The news that The Charity Commission has launched an investigation into the National Bullying Helpline (NBH) after more than 160 complaints about its activities, once again raises the vexed question for some journalists of why they didn’t subject the group to much greater scrutiny when it first hit the headlines last Sunday morning.
Don’t get me wrong. I have no particular axe to grind against the journalistic profession. I quite like a lot of journalists, greatly respect what they do and think they often get a raw deal from the public and sometimes the PR profession. However the conduct of some members of the press and media on this story has been frankly shoddy at best and, to take a less charitable view, deliberately circumspect.
Having taken soundings from people with various political views who witnessed the story breaking last weekend, it’s clear that there was something not quite on the level about the NBH. Alarm bells should have rung for journalists. Even the most basic Googling and background research should have made them tread more carefully before reporting, almost uncritically, the organisation’s allegations.

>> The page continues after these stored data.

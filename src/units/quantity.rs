//! Owns dimensions, their units and prefixes, and the strict syntax of a number.
//!
//! A number is scaled by its decimal exponent before it becomes binary, so that "4.7 mF", "4700 uF" and "4m7" are the
//! same f64 and ties stay ties.

/// What a quantity is. Values are in SI units; a percentage is a fraction, a life is in hours.
#[derive(Debug, Clone, Copy, PartialEq, Eq)]
pub enum Dimension {
    /// No unit at all.
    Number,
    /// Volts.
    Voltage,
    /// Amperes.
    Current,
    /// Farads.
    Capacitance,
    /// Ohms.
    Resistance,
    /// Watts.
    Power,
    /// Volt-amperes.
    ApparentPower,
    /// Hertz.
    Frequency,
    /// Degrees Celsius.
    Temperature,
    /// Kelvins between two temperatures.
    Rise,
    /// Kelvins per watt.
    ThermalResistance,
    /// Seconds.
    Time,
    /// Hours.
    Life,
    /// Metres.
    Length,
    /// A fraction, written in per cent.
    Percentage,
    /// A fraction per volt, written in per cent per volt.
    PercentagePerVolt,
    /// Decibels.
    Decibels,
}

/// The Greek letter; the ohm sign, another code point, is read as this.
const OHM: &str = "\u{3A9}";

/// A unit: its symbol, power of ten, other factor, and the prefixes that it takes.
type Unit = (&'static str, i32, f64, &'static str);

impl Dimension {
    /// "a voltage", for messages.
    #[must_use]
    pub fn noun(self) -> &'static str {
        match self {
            Dimension::Number => "a plain number",
            Dimension::Voltage => "a voltage",
            Dimension::Current => "a current",
            Dimension::Capacitance => "a capacitance",
            Dimension::Resistance => "a resistance",
            Dimension::Power => "a power",
            Dimension::ApparentPower => "an apparent power",
            Dimension::Frequency => "a frequency",
            Dimension::Temperature => "a temperature",
            Dimension::Rise => "a temperature rise",
            Dimension::ThermalResistance => "a thermal resistance",
            Dimension::Time => "a time",
            Dimension::Life => "a life",
            Dimension::Length => "a length",
            Dimension::Percentage => "a percentage",
            Dimension::PercentagePerVolt => "a percentage per volt",
            Dimension::Decibels => "a ratio in decibels",
        }
    }

    /// Its units; other spellings of one unit follow it.
    fn units(self) -> &'static [Unit] {
        match self {
            Dimension::Number => &[],
            Dimension::Voltage => &[("V", 0, 1.0, "umk")],
            Dimension::Current => &[("A", 0, 1.0, "numk")],
            Dimension::Capacitance => &[("F", 0, 1.0, "pnum")],
            Dimension::Resistance => &[("ohm", 0, 1.0, "umkMG"), (OHM, 0, 1.0, "umkMG")],
            Dimension::Power => &[("W", 0, 1.0, "umk")],
            Dimension::ApparentPower => &[("VA", 0, 1.0, "mk")],
            Dimension::Frequency => &[("Hz", 0, 1.0, "kMG")],
            Dimension::Temperature => &[("degC", 0, 1.0, ""), ("\u{B0}C", 0, 1.0, "")],
            Dimension::Rise => &[("K", 0, 1.0, "m")],
            Dimension::ThermalResistance => &[("K/W", 0, 1.0, ""), ("degC/W", 0, 1.0, ""), ("\u{B0}C/W", 0, 1.0, "")],
            Dimension::Time => &[("s", 0, 1.0, "num"), ("min", 0, 60.0, ""), ("h", 0, 3600.0, "")],
            Dimension::Life => &[("h", 0, 1.0, "k")],
            Dimension::Length => &[("m", 0, 1.0, "um"), ("cm", -2, 1.0, "")],
            Dimension::Percentage => &[("%", -2, 1.0, "")],
            Dimension::PercentagePerVolt => &[("%/V", -2, 1.0, "")],
            Dimension::Decibels => &[("dB", 0, 1.0, "")],
        }
    }

    /// Power of ten and other factor that turn a number in this unit into an SI value; `None`: not a unit of it.
    pub(super) fn scale(self, symbol: &str) -> Option<(i32, f64)> {
        let symbol = symbol.replace('\u{2126}', OHM);
        self.units().iter().find_map(|(base, ten, factor, prefixes)| {
            let prefix = symbol.strip_suffix(base)?;
            let power = prefix_power(prefix, prefixes)?;
            Some((ten + power, *factor))
        })
    }

    /// "V, uV, mV, kV"; of other spellings only the unit itself.
    pub(crate) fn symbols(self) -> String {
        let mut all = Vec::new();
        for (k, (base, _, _, prefixes)) in self.units().iter().enumerate() {
            all.push((*base).to_owned());
            if k == 0 {
                all.extend(prefixes.chars().map(|p| format!("{p}{base}")));
            }
        }
        all.join(", ")
    }
}

/// The power of ten of a prefix that is among `allowed`, or of none.
fn prefix_power(prefix: &str, allowed: &str) -> Option<i32> {
    let mut letters = prefix.chars();
    let Some(letter) = letters.next() else {
        return Some(0);
    };
    // Two code points look like micro: the sign and the Greek letter.
    let letter = if matches!(letter, '\u{B5}' | '\u{3BC}') {
        'u'
    } else {
        letter
    };
    if letters.next().is_some() || !allowed.contains(letter) {
        return None;
    }
    match letter {
        'p' => Some(-12),
        'n' => Some(-9),
        'u' => Some(-6),
        'm' => Some(-3),
        'k' => Some(3),
        'M' => Some(6),
        'G' => Some(9),
        _ => None,
    }
}

/// A decimal number not yet made binary.
#[derive(Debug, Clone, PartialEq, Eq)]
pub(super) struct Decimal<'a> {
    /// Sign, digits, point.
    pub(super) mantissa: &'a str,
    /// Power of ten.
    pub(super) exponent: i32,
}

impl Decimal<'_> {
    /// The nearest f64 to the number times a power of ten; `None` where it is too large, or too small and not zero.
    pub(super) fn times_ten_to(&self, power: i32) -> Option<f64> {
        let exponent = self.exponent.saturating_add(power);
        let value: f64 = format!("{}e{exponent}", self.mantissa).parse().ok()?;
        let zero = !self.mantissa.contains(|c: char| ('1'..='9').contains(&c));
        (value.is_finite() && (value.abs() > 0.0 || zero)).then_some(value)
    }
}

/// Splits the number off the front: optional sign, digits with an optional point, optional exponent.
pub(super) fn decimal(text: &str) -> Option<(Decimal<'_>, &str)> {
    let bytes = text.as_bytes();
    let digits = |from: usize| bytes[from..].iter().take_while(|b| b.is_ascii_digit()).count();
    let sign = usize::from(matches!(bytes.first(), Some(b'+' | b'-')));
    let whole = digits(sign);
    let mut end = sign + whole;
    let mut decimals = 0;
    if bytes.get(end) == Some(&b'.') {
        decimals = digits(end + 1);
        end += 1 + decimals;
    }
    if whole + decimals == 0 {
        return None;
    }
    let mantissa = &text[..end];
    let mut exponent = 0;
    if matches!(bytes.get(end), Some(b'e' | b'E')) {
        let sign = usize::from(matches!(bytes.get(end + 1), Some(b'+' | b'-')));
        let count = digits((end + 1 + sign).min(bytes.len()));
        if count > 0 {
            let written = &text[end + 1..end + 1 + sign + count];
            // More digits than an i32 holds are as good as the largest: both ends are out of any range.
            let limit = if written.starts_with('-') {
                i32::MIN / 2
            } else {
                i32::MAX / 2
            };
            exponent = written.parse().unwrap_or(limit);
            end += 1 + sign + count;
        }
    }
    Some((Decimal { mantissa, exponent }, &text[end..]))
}

#[cfg(test)]
mod tests {
    use super::*;

    #[test]
    fn numbers_are_strict() {
        for (text, mantissa, exponent, rest) in [
            ("230 V", "230", 0, " V"),
            ("-1.5e-3A", "-1.5", -3, "A"),
            (".5", ".5", 0, ""),
            ("5.", "5.", 0, ""),
            ("2E+4x", "2", 4, "x"),
            ("2e", "2", 0, "e"),
            ("2e-", "2", 0, "e-"),
            ("1e99999999999", "1", i32::MAX / 2, ""),
        ] {
            assert_eq!(decimal(text), Some((Decimal { mantissa, exponent }, rest)), "{text}");
        }
        for text in ["", "-", ".", "e5", "NaN", "inf", "+-1", " 1", "\u{663}"] {
            assert_eq!(decimal(text), None, "{text}");
        }
    }

    #[test]
    fn units_and_prefixes() {
        let scale = |d: Dimension, s| d.scale(s);
        assert_eq!(scale(Dimension::Capacitance, "uF"), Some((-6, 1.0)));
        assert_eq!(scale(Dimension::Capacitance, "\u{B5}F"), Some((-6, 1.0)));
        assert_eq!(scale(Dimension::Capacitance, "\u{3BC}F"), Some((-6, 1.0)));
        assert_eq!(scale(Dimension::Capacitance, "kF"), None);
        assert_eq!(scale(Dimension::Resistance, "m\u{3A9}"), Some((-3, 1.0)));
        assert_eq!(scale(Dimension::Resistance, "\u{2126}"), Some((0, 1.0)));
        assert_eq!(scale(Dimension::Time, "min"), Some((0, 60.0)));
        assert_eq!(scale(Dimension::Time, "ms"), Some((-3, 1.0)));
        assert_eq!(scale(Dimension::Length, "mm"), Some((-3, 1.0)));
        assert_eq!(scale(Dimension::Percentage, "%"), Some((-2, 1.0)));
        assert_eq!(scale(Dimension::Voltage, "A"), None);
        assert_eq!(scale(Dimension::Voltage, "mmV"), None);
        assert_eq!(scale(Dimension::Number, ""), None);
        assert_eq!(Dimension::Voltage.symbols(), "V, uV, mV, kV");
    }
}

Early this morning, the BBC’s Today programme dragged its political correspondent Carole Walker into the studio to breathlessly report the latest news that The Charity Commission had taken the decision to prevent the NBH from transmitting or disclosing information, including details about the nature and source of the confidential calls it has received, without the commission’s permission. Did she have anything to say about how and why her colleagues and associates failed to do a better job in investigating the NBH’s activities? Not a word.
Should the latest developments in this story come as such a surprise? I don’t think so. Journalists have a case to answer on this. I look forward to seeing the media run a news story very soon on why it displayed such a lack of scrutiny over the National Bullying Helpline.